More (Metal) Guitar In The Monitor – August 2019

Our (not so) monthly look at the metal albums that have been destroying our ear holes in a good way.

 

Immortal Bird – Thrive on Neglect
This is a band I’ve been shouting from the mountaintops about for quiet some time. Since their debut EP in 2013 I’ve been captivated by Immortal Bird’s precision in combining extreme forms of metal into this cohesive and potent brand of grinding, crusty, sludgy, blackened metal. Their newest full-length, Thrive on Neglect, takes everything they’ve done before, ratchets it up about fifteen notches and serves it from a canon. This is a venomous album filled with tangible vitriol and a penchant for drifting in and out of various metal sub-genres the way a malevolent spirit roams from room to room making everyone in the house piss their pants in fear. Blast beats and tremolo picking abound yet there’s enough diversity on here to keep you locked in from the first note, if only to see where this band flies around to next. With that said, one would think that cohesiveness is a word not suitable for this record, yet that couldn’t be farther from the truth. It’s a record that is meticulous and calculated, like the cold-blooded killer it very much sounds like. Fans of extreme metal, genres be damned, should be all over this record as quickly as possible.
https://listen.20buckspin.com/album/thrive-on-neglect

 

Tomb Mold – Planetary Clairvoyance
There’s a lot of great death metal floating around out in the sonic stratosphere these days. How does one wade through it all to find the cream of the crop? For Toronto’s Tomb Mold, now three albums in, the proof is in the primordial pudding. For the third year in a row this band has released an album that simply crushes all who dare to draw near. While there are distinct atmospherics at play here, and the element of surprise is always lurking around the corner like a well placed acoustic interlude, there’s also enough old school death metal aesthetics to pummel us all straight back to the early ’90s. When this band wants to create a distinctive mood they are able to transport you to some frightening outer dimensions, but when they want to get heavy they are as unforgiving as the Earth itself opening and swallowing you whole. Planetary Clairvoyance is easily one of the best death metal records of the year thus far, and fans of both the old school masters and their more atmospheric contemporaries need this record in their life.
https://listen.20buckspin.com/album/planetary-clairvoyance

 

Lingua Ignota – Caligula
There are some records I never get to review simply because of time constraints, and there are a select few records I don’t get around to writing about because I don’t even know where to begin. Those records in the latter category are the ones that challenge me in a way that makes me almost fearful to ever put the proverbial pen to paper because I feel that I could never really do it justice. This is absolutely one of those records. It’s been a long time since a record made me sit motionless for the entire duration while I allowed it to completely engulf me. Yet that’s exactly where I found myself with Caligula.

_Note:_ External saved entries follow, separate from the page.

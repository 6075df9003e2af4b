package shift

import (
	"math"

	"github.com/sill-tool/sill/internal/quantile"
)

// MaxSpread caps the relative spread between shifts that the model
// takes: a shift's expected queue varying by twice its mean. Past it the
// lognormal's p90 would fall as the spread grows.
const MaxSpread = 2

// modelNodes is the number of equal-probability nodes of the multiplier.
const modelNodes = 40

// Spread is the between-shift spread of one per-shift sum.
type Spread struct {
	// Relative is tau: the standard deviation of a shift's expected sum
	// between shifts, as a share of the mean, beyond sampling noise
	// (DerSimonian and Laird's estimate, floored at zero).
	Relative float64
	// Distinct says the shifts differ beyond sampling noise (Cochran's
	// test at the 2.5% level, so that the alerts' test and the cases'
	// together keep 5%); false also when there are too few shifts or
	// cases to tell.
	Distinct bool
}

// Used is the spread the model takes from s: Relative when the shifts
// are told apart from noise, else none (an estimate above zero is then
// mostly the sample's noise).
func (s Spread) Used() float64 {
	if s.Distinct {
		return s.Relative
	}
	return 0
}

// QueueSpread is the relative spread of the expected queue between
// shifts that the model uses: the larger of what the alerts show and what
// the cases per shift show (each only when told apart from noise; the
// cases, many more than the alerts, tell a swing in volume sooner, and
// the queue follows the volume unless the alert rate falls as the volume
// rises).
func QueueSpread(alerts, cases Spread) float64 { return max(alerts.Used(), cases.Used()) }

// dispersion returns the spread of the per-shift sums against the covered
// shares cover (shifts of no cover are left out) with sumSq the sum of
// the squared scaled weights behind them.
func dispersion(sums, cover []float64, sumSq float64) Spread {
	var e, e2, x, qx float64
	k := 0
	for i, c := range cover {
		if !(c > 0) {
			continue
		}
		k++
		e += c
		e2 += c * c
		x += sums[i]
		qx += sums[i] * sums[i] / c
	}
	return spreadOf(x, qx, sumSq, e, e2, k)
}

// spreadOf is dispersion from its sums over the k shifts of some cover:
// x the per-shift sums, qx their squares over the cover, e and e2 the
// covers and their squares.
func spreadOf(x, qx, sumSq, e, e2 float64, k int) Spread {
	if k < 2 || !(e > 0) || !(x > 0) || !(sumSq > 0) {
		return Spread{}
	}
	m := x / e
	q := qx - x*x/e
	lambda2 := sumSq / e
	df := float64(k - 1)
	den := m * m * (e - e2/e)
	s := Spread{Distinct: q/lambda2 > quantile.ChiSquare(0.975, df)}
	if den > 0 {
		s.Relative = min(math.Sqrt(max((q-lambda2*df)/den, 0)), MaxSpread)
	}
	return s
}

// Queue is the distribution of a production shift's queue under the
// model: Binomial(Volume, min(1, Rate*M)), M lognormal of mean 1 and
// relative spread Spread.
type Queue struct {
	Volume, Rate, Spread float64
	nodes                []float64 // the multipliers M, of mean 1; nil when Spread is 0
}

// NewQueue returns the queue of a shift of volume cases at alert rate
// rate with the relative spread spread between shifts.
func NewQueue(volume, rate, spread float64) Queue {
	q := Queue{Volume: volume, Rate: min(max(rate, 0), 1), Spread: spread}
	if spread > 0 {
		sigma2 := math.Log1p(spread * spread)
		sigma := math.Sqrt(sigma2)
		q.nodes = make([]float64, modelNodes)
		sum := 0.0
		for j := range q.nodes {
			z := math.Sqrt2 * math.Erfinv(2*(float64(j)+0.5)/modelNodes-1)
			q.nodes[j] = math.Exp(-sigma2/2 + sigma*z)
			sum += q.nodes[j]
		}
		for j := range q.nodes {
			q.nodes[j] *= modelNodes / sum
		}
	}
	return q
}

// Mean is the mean queue.
func (q Queue) Mean() float64 { return q.Volume * q.Rate }

// CDF returns the probability that the queue is at most k alerts.
func (q Queue) CDF(k float64) float64 {
	if math.IsNaN(k) || !(q.Volume > 0) {
		return math.NaN()
	}
	k = math.Floor(k)
	if q.nodes == nil {
		return binomialCDF(k, q.Volume, q.Rate)
	}
	sum := 0.0
	for _, m := range q.nodes {
		sum += binomialCDF(k, q.Volume, min(q.Rate*m, 1))
	}
	return sum / float64(len(q.nodes))
}

// Quantile returns the least whole number of alerts k with CDF(k) >= p.
func (q Queue) Quantile(p float64) float64 {
	if !(q.Volume > 0) || math.IsNaN(q.Rate) {
		return math.NaN()
	}
	lo, hi := -1.0, math.Ceil(q.Volume) // CDF(lo) < p <= CDF(hi)
	// Bracket the answer from the normal approximation, widening by
	// doubling steps, then halve the bracket.
	sd := math.Sqrt(q.Volume*q.Rate*(1-q.Rate) + math.Pow(q.Mean()*q.Spread, 2))
	guess := min(max(math.Floor(q.Mean()+1.2815515655446004*sd), 0), hi)
	step := math.Max(math.Ceil(sd/4), 1)
	if q.CDF(guess) >= p {
		hi = guess
		for next := guess - step; next > lo; next, step = next-step, step*2 {
			if q.CDF(next) < p {
				lo = next
				break
			}
			hi = next
		}
	} else {
		lo = guess
		for next := guess + step; next < hi; next, step = next+step, step*2 {
			if q.CDF(next) >= p {
				hi = next
				break
			}
			lo = next
		}
	}
	for hi-lo > 1 {
		mid := math.Floor((lo + hi) / 2)
		if q.CDF(mid) >= p {
			hi = mid
		} else {
			lo = mid
		}
	}
	return hi
}

// binomialCDF returns P(X <= k) for X ~ Binomial(n, p), n real (the
// regularized incomplete beta function I_{1-p}(n-k, k+1)); above a
// variance of 2,500 the normal approximation with continuity correction,
// whose error at the 90th percentile is about a tenth of an alert there.
func binomialCDF(k, n, p float64) float64 {
	switch {
	case k < 0:
		return 0
	case k >= n || p <= 0:
		return 1
	case p >= 1:
		return 0
	}
	if v := n * p * (1 - p); v > 2500 {
		return 0.5 * math.Erfc(-(k+0.5-n*p)/math.Sqrt(2*v))
	}
	return regIncBeta(n-k, k+1, 1-p)
}

// regIncBeta is the regularized incomplete beta function I_x(a, b), by
// its continued fraction (Abramowitz and Stegun 26.5.8, evaluated by
// Lentz's method as in Press et al., Numerical Recipes, section 6.4).
func regIncBeta(a, b, x float64) float64 {
	if x <= 0 {
		return 0
	}
	if x >= 1 {
		return 1
	}
	la, _ := math.Lgamma(a + b)
	lb, _ := math.Lgamma(a)
	lc, _ := math.Lgamma(b)
	front := math.Exp(la - lb - lc + a*math.Log(x) + b*math.Log1p(-x))
	if x < (a+1)/(a+b+2) {
		return front * betaFraction(a, b, x) / a
	}
	return 1 - front*betaFraction(b, a, 1-x)/b
}

func betaFraction(a, b, x float64) float64 {
	const tiny, eps = 1e-300, 1e-14
	qab, qap, qam := a+b, a+1, a-1
	c, d := 1.0, 1-qab*x/qap
	if math.Abs(d) < tiny {
		d = tiny
	}
	d = 1 / d
	h := d
	for m := 1; m <= 100000; m++ {
		fm := float64(m)
		aa := fm * (b - fm) * x / ((qam + 2*fm) * (a + 2*fm))
		d = 1 + aa*d
		if math.Abs(d) < tiny {
			d = tiny
		}
		c = 1 + aa/c
		if math.Abs(c) < tiny {
			c = tiny
		}
		d = 1 / d
		h *= d * c
		aa = -(a + fm) * (qab + fm) * x / ((a + 2*fm) * (qap + 2*fm))
		d = 1 + aa*d
		if math.Abs(d) < tiny {
			d = tiny
		}
		c = 1 + aa/c
		if math.Abs(c) < tiny {
			c = tiny
		}
		d = 1 / d
		del := d * c
		h *= del
		if math.Abs(del-1) < eps {
			break
		}
	}
	return h
}
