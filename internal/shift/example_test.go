package shift_test

import (
	"fmt"
	"time"

	"github.com/sill-tool/sill/internal/scores"
	"github.com/sill-tool/sill/internal/shift"
)

func ExampleAssign() {
	sched, _ := shift.ParseSchedule("06:00,14:00,22:00", time.UTC)
	var times []int64
	for _, text := range []string{"2026-09-01T23:10:00Z", "2026-09-02T03:40:00Z", "2026-09-02T09:00:00Z"} {
		t, _ := time.Parse(time.RFC3339, text)
		times = append(times, t.Unix())
	}
	set, _ := scores.NewSet(scores.Columns{Scores: []float64{0.9, 0.8, 0.7}, Labels: []bool{true, false, false}, Times: times})
	a, _ := shift.Assign(set, sched)
	p := a.At(set, 2, shift.Scale{Positive: 1, Negative: 1}, 0) // the two riskiest cases flagged
	fmt.Println(a.Count, "shifts; busiest starts", a.Start(p.Busiest).Format("Jan 2 15:04"), "with", p.Max, "alerts")
	// Output: 2 shifts; busiest starts Sep 1 22:00 with 2 alerts
}
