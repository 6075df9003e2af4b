package main

import (
	"os"
	"path/filepath"
	"strings"
	"testing"
)

// TestServeBadInput: each mistake is refused before anything listens,
// with exit status 2 and a line naming what was expected.
func TestServeBadInput(t *testing.T) {
	dir := t.TempDir()
	cut := filepath.Join("..", "..", "internal", "decision", "testdata", "v1", "demo.yaml")
	keys := writeFile(t, dir, "keys", []byte("# nobody yet\n"))
	notDecision := writeFile(t, dir, "scores.csv", []byte("score,label\n0.1,0\n"))
	hostKey := filepath.Join(dir, "host")
	cases := map[string]struct {
		args []string
		want string
	}{
		"no file":           {[]string{"serve", "--authorized-keys", keys}, "one or more decision files"},
		"no keys":           {[]string{"serve", cut, "--host-key", hostKey}, "--authorized-keys FILE is required"},
		"missing keys file": {[]string{"serve", cut, "--authorized-keys", filepath.Join(dir, "none"), "--host-key", hostKey, "--listen", "127.0.0.1:0"}, "authorized keys"},
		"not a decision":    {[]string{"serve", notDecision, "--authorized-keys", keys, "--host-key", hostKey}, "scores.csv"},
		"zero idle":         {[]string{"serve", cut, "--authorized-keys", keys, "--idle-timeout", "0s"}, "--idle-timeout"},
		"zero sessions":     {[]string{"serve", cut, "--authorized-keys", keys, "--max-sessions", "0"}, "--max-sessions 0"},
		"address taken/bad": {[]string{"serve", cut, "--authorized-keys", keys, "--host-key", hostKey, "--listen", "127.0.0.1:99999"}, "--listen 127.0.0.1:99999"},
	}
	for name, c := range cases {
		r := runSill(t, "", c.args...)
		if r.code != 2 || !strings.Contains(r.stderr, c.want) {
			t.Errorf("%s: exit %d, stderr %q; expected 2 and %q", name, r.code, r.stderr, c.want)
		}
	}
	if info, err := os.Stat(hostKey); err == nil && info.Mode().Perm() != 0o600 {
		t.Errorf("host key made with mode %04o; expected 0600", info.Mode().Perm())
	}
}

// TestServeDataRefused: a --data set that does not load, or a bad explore
// flag, stops serve before it listens.
func TestServeDataRefused(t *testing.T) {
	dir := t.TempDir()
	cut := filepath.Join("..", "..", "internal", "decision", "testdata", "v1", "demo.yaml")
	keys := writeFile(t, dir, "keys", []byte("# nobody yet\n"))
	oneClass := writeFile(t, dir, "one.csv", []byte("score,label\n0.1,0\n0.2,0\n"))
	both := writeFile(t, dir, "both.csv", []byte("score,label\n0.1,0\n0.2,1\n0.3,0\n0.9,1\n"))
	base := []string{"serve", cut, "--authorized-keys", keys, "--host-key", filepath.Join(dir, "host"), "--listen", "127.0.0.1:0"}
	for name, c := range map[string]struct {
		args []string
		want string
	}{
		"missing set":    {[]string{"--data", filepath.Join(dir, "none.csv")}, "none.csv"},
		"one class":      {[]string{"--data", oneClass}, "one.csv"},
		"standard input": {[]string{"--data", "-"}, "--data takes a file"},
		"bad volume":     {[]string{"--data", both, "--volume", "-3"}, "--volume"},
	} {
		r := runSill(t, "", append(base, c.args...)...)
		if r.code != 2 || !strings.Contains(r.stderr, c.want) {
			t.Errorf("%s: exit %d, stderr %q; expected 2 and %q", name, r.code, r.stderr, c.want)
		}
	}
}
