package main

import (
	"os"
	"os/exec"
	"path/filepath"
	"regexp"
	"runtime/debug"
	"strings"
	"testing"

	"github.com/sill-tool/sill/internal/decision"
)

// buildInfo fabricates the build information of a binary with the given
// main module version and settings (key, value, key, value, ...).
func buildInfo(moduleVersion string, settings ...string) *debug.BuildInfo {
	info := &debug.BuildInfo{Main: debug.Module{Path: "github.com/sill-tool/sill", Version: moduleVersion}}
	for i := 0; i+1 < len(settings); i += 2 {
		info.Settings = append(info.Settings, debug.BuildSetting{Key: settings[i], Value: settings[i+1]})
	}
	return info
}

// TestDescribeBuild checks the name of a build from fabricated build
// information; the expected strings are the wording chosen for issue 14.
func TestDescribeBuild(t *testing.T) {
	const hash = "1e7ee410391a5a031ac842ba40bc65c9e5e4eb3c"
	cases := []struct {
		name            string
		version, commit string // -ldflags of the release build
		info            *debug.BuildInfo
		want            string
	}{
		{"release build", "1.2.0", "abc1234", buildInfo("(devel)"), "sill 1.2.0 (commit abc1234)"},
		{"release build with v", "v1.2.0", "", nil, "sill 1.2.0"},
		{"ldflags win over build information", "1.2.0", "", buildInfo("v0.9.0", "vcs.revision", hash), "sill 1.2.0"},
		{"go install module@version", "", "", buildInfo("v1.2.0"), "sill 1.2.0"},
		{"go install module@branch", "", "", buildInfo("v0.0.0-20261202003458-1e7ee410391a"), "sill 0.0.0-20261202003458-1e7ee410391a"},
		{"checkout, clean", "", "", buildInfo("v0.0.0-20261202003458-1e7ee410391a", "vcs", "git", "vcs.revision", hash, "vcs.modified", "false"),
			"sill (commit 1e7ee41)"},
		{"checkout, modified", "", "", buildInfo("v0.0.0-20261202003458-1e7ee410391a+dirty", "vcs.revision", hash, "vcs.modified", "true"),
			"sill (commit 1e7ee41, modified)"},
		{"checkout before go 1.24", "", "", buildInfo("(devel)", "vcs.revision", hash, "vcs.modified", "true"),
			"sill (commit 1e7ee41, modified)"},
		{"checkout at a release tag", "", "", buildInfo("v1.2.0", "vcs.revision", hash, "vcs.modified", "false"),
			"sill 1.2.0 (commit 1e7ee41)"},
		{"checkout at a release tag, modified", "", "", buildInfo("v1.2.0+dirty", "vcs.revision", hash, "vcs.modified", "true"),
			"sill 1.2.0 (commit 1e7ee41, modified)"},
		{"pre-release pseudo-version", "", "", buildInfo("v1.3.0-rc.1.0.20261202003458-1e7ee410391a", "vcs.revision", hash),
			"sill (commit 1e7ee41)"},
		{"nothing known", "", "", buildInfo("(devel)"), "sill (unknown build)"},
		{"no build information", "", "", nil, "sill (unknown build)"},
		{"empty module version", "", "", buildInfo(""), "sill (unknown build)"},
	}
	for _, tc := range cases {
		t.Run(tc.name, func(t *testing.T) {
			if got := describeBuild(tc.version, tc.commit, tc.info); got != tc.want {
				t.Errorf("describeBuild = %q, want %q", got, tc.want)
			}
		})
	}
}

// buildForms matches every name describeBuild gives.
var buildForms = regexp.MustCompile(`^sill (\S+|\S+ \(commit [0-9a-f]+(, modified)?\)|\(commit [0-9a-f]+(, modified)?\)|\(unknown build\))\n$`)

// TestVersionFlag runs `sill --version` in-process (a test binary carries
// no commit) and as a binary built the way README says, then with the
// release build's -ldflags.
func TestVersionFlag(t *testing.T) {
	r := runSill(t, "", "--version")
	if r.code != 0 || r.stdout != toolVersion()+"\n" || strings.Contains(r.stdout, "dev") || !buildForms.MatchString(r.stdout) {
		t.Errorf("in-process --version: exit %d, %q", r.code, r.stdout)
	}
	if testing.Short() {
		t.Skip("builds the binary twice")
	}
	goTool, err := exec.LookPath("go")
	if err != nil {
		t.Skip("the go tool is not on PATH")
	}
	dir := t.TempDir()
	for _, tc := range []struct {
		name  string
		flags []string
		want  string // "" for any of buildForms
	}{
		{"go build", nil, ""},
		{"release ldflags", []string{"-ldflags", "-X main.version=1.2.0 -X main.commit=abc1234"}, "sill 1.2.0 (commit abc1234)\n"},
	} {
		t.Run(tc.name, func(t *testing.T) {
			binary := filepath.Join(dir, "sill")
			args := append(append([]string{"build", "-o", binary}, tc.flags...), ".")
			out, err := exec.Command(goTool, args...).CombinedOutput()
			if err != nil && strings.Contains(string(out), "error obtaining VCS status") {
				// A checkout git will not read (another owner, say): build
				// without the commit, as the go tool's message suggests.
				t.Logf("go build: %s; building with -buildvcs=false", strings.TrimSpace(string(out)))
				args = append([]string{"build", "-buildvcs=false"}, args[1:]...)
				out, err = exec.Command(goTool, args...).CombinedOutput()
			}
			if err != nil {
				t.Fatalf("go build: %v\n%s", err, out)
			}
			out, err = exec.Command(binary, "--version").Output()
			if err != nil {
				t.Fatalf("sill --version: %v", err)
			}
			got := string(out)
			if strings.Contains(got, "dev") || !buildForms.MatchString(got) || (tc.want != "" && got != tc.want) {
				t.Errorf("sill --version printed %q, want %q", got, tc.want)
			}
			os.Remove(binary)
		})
	}
}

// TestDecisionFileToolVersion: a saved decision file names the build that
// wrote it as --version does, so that it never reads "dev".
func TestDecisionFileToolVersion(t *testing.T) {
	dir := t.TempDir()
	scoresPath := writeFile(t, dir, "scores.csv", []byte(goodTable))
	cutPath := filepath.Join(dir, "cut.yaml")
	if r := runSill(t, "", "report", scoresPath, "--cut", "base", "--save", cutPath); r.code != 0 {
		t.Fatalf("report --save: exit %d, %s", r.code, r.stderr)
	}
	f, err := decision.ReadFile(cutPath)
	if err != nil {
		t.Fatal(err)
	}
	version := runSill(t, "", "--version").stdout
	if f.ToolVersion+"\n" != version || f.WrittenBy() != f.ToolVersion || strings.Contains(f.ToolVersion, "dev") {
		t.Errorf("tool_version %q, --version %q", f.ToolVersion, version)
	}
}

Let’s get the musical platitudes out of the way first. I’ve read everything I could about this record over the last two months and there’s been way too much “is it metal or is it not” floating about. Frankly, any record that can get as heavy as this one does at certain moments, and grow as terrifying as quickly as this one does deserves the “metal” label in my book. This is a harrowing record documenting one person’s harrowing personal experiences, so whatever labels seem convenient for you to use, then use them. But there are a million metal bands that wish they could create something as wholly despondent as this record.

Terrifying, harrowing, despondent. Yet somehow also one of the most empowering albums I’ve ever heard. Lingua Ignota mastermind Kristin Hayter has penned an album intimately dealing with the mental and physical abuse she’s had to endure. The end result is the end result of being abused. There is anger. There is fear. There is depression and self-loathing. But behind all of that there is also power and control. Hayter has taken those negative emotions and experiences and channeled them into some sort of ultimate statement of sonic retribution. In the dozens of times I’ve listened to this album it was not uncommon for me to tear up at certain moments. Those tears sometimes came from the tangible pain and suffering that is so deftly woven into every single moment of this record, and sometimes they came from moments that felt triumphant in their aural revenge.

From a strictly musical perspective, the whole album is a tortured and nightmarish one at almost every turn. Hayter’s vocal performance is triumphant and shows a range akin to Diamanda Galas and Jarboe. Her screams are merciless, yet her subdued moments are often angelic in their delivery. The lyrics are brilliant and truly read like poetic, raging madness more often than not. The music itself (which is often where metal purists start to lose it) crawls all over the map with Hayer pulling from her harsh electronic background and intertwining it with doom metal, neo-classical elements, and just about everything else you could imagine.

This is not an album to be taken lightly. You need to be in the right frame of mind to truly digest it properly, but when you do it’s a spiritual experience.